Assignment: Up to and including the line with "or their reciprocals", please set down the entries below exactly, starting from the first line.

Dataset entries
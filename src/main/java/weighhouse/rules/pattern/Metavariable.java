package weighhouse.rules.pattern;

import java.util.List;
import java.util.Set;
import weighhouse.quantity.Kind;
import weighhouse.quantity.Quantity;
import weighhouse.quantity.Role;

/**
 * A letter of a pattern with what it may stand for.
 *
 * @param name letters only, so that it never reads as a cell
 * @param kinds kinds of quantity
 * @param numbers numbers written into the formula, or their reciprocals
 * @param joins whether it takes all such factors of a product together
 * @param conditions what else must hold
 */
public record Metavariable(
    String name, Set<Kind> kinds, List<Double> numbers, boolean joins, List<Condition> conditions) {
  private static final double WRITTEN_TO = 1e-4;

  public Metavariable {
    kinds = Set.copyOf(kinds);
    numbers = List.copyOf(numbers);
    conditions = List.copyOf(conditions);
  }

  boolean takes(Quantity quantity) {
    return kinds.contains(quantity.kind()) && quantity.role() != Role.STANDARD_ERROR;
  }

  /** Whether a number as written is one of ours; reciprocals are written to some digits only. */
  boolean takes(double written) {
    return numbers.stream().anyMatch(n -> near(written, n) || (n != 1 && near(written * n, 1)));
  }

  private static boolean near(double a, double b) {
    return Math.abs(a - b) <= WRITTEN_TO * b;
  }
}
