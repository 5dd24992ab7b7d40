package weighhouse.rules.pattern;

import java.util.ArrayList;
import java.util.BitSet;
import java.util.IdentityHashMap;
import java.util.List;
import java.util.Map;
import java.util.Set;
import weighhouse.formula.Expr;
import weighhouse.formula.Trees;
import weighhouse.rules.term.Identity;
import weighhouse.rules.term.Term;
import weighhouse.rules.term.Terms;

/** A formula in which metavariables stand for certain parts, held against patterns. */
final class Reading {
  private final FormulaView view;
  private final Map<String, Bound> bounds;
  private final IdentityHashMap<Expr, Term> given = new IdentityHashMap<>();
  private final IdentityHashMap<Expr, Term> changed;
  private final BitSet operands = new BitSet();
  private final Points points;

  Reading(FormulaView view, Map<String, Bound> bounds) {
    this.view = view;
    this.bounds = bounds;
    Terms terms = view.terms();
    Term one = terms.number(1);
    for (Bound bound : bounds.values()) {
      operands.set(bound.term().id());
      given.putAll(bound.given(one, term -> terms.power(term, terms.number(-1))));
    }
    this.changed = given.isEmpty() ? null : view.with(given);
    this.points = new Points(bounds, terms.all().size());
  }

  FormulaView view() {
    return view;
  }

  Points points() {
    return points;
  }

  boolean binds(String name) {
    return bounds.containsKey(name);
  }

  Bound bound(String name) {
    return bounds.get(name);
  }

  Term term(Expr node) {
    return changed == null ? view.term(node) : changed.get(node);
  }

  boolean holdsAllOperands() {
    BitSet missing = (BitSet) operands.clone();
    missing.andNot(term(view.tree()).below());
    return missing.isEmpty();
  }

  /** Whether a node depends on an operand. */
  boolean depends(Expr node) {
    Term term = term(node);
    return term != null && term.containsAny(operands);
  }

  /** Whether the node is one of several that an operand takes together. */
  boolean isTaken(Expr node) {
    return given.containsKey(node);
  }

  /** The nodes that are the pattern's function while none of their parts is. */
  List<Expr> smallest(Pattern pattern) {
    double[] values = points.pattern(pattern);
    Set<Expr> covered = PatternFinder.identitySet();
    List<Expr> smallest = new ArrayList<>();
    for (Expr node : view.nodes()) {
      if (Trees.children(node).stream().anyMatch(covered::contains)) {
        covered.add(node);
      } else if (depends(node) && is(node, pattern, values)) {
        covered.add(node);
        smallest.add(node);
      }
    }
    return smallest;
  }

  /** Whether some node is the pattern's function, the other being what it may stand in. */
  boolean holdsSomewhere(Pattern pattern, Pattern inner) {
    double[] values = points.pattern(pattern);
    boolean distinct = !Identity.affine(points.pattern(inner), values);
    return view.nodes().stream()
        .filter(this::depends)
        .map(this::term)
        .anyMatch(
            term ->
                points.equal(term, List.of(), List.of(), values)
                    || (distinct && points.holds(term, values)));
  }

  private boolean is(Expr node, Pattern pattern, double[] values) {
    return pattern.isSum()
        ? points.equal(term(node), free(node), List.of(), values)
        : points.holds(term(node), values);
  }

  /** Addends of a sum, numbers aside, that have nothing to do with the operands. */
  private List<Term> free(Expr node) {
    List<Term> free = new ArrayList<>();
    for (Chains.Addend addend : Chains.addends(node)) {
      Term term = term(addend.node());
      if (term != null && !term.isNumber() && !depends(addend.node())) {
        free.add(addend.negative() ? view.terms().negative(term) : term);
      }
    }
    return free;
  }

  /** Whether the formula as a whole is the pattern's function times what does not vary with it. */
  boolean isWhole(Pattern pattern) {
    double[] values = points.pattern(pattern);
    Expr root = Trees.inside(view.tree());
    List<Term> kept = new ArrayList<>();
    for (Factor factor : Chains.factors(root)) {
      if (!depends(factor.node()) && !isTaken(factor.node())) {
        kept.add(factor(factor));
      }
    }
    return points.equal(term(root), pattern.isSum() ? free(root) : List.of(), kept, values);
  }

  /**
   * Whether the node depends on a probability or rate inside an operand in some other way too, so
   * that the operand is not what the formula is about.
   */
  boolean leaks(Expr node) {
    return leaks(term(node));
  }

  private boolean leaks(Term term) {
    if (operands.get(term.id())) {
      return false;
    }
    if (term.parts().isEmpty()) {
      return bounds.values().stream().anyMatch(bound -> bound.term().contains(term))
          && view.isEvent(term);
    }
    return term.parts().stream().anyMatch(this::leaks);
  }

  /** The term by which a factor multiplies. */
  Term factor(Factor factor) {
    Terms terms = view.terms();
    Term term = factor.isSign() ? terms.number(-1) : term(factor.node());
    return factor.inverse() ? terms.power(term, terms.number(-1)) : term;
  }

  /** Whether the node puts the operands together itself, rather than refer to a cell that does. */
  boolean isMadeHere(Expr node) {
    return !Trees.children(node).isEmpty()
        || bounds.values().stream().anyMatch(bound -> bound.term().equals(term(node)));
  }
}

Written solution:
filename src/main/java/weighhouse/rules/pattern/Metavariable.java
package weighhouse.rules.pattern;

import java.util.List;
import java.util.Set;
import weighhouse.quantity.Kind;
import weighhouse.quantity.Quantity;
import weighhouse.quantity.Role;

/**
 * A letter of a pattern with what it may stand for.
 *
 * @param name letters only, so that it never reads as a cell
 * @param kinds kinds of quantity
 * @param numbers numbers written into the formula, or their reciprocals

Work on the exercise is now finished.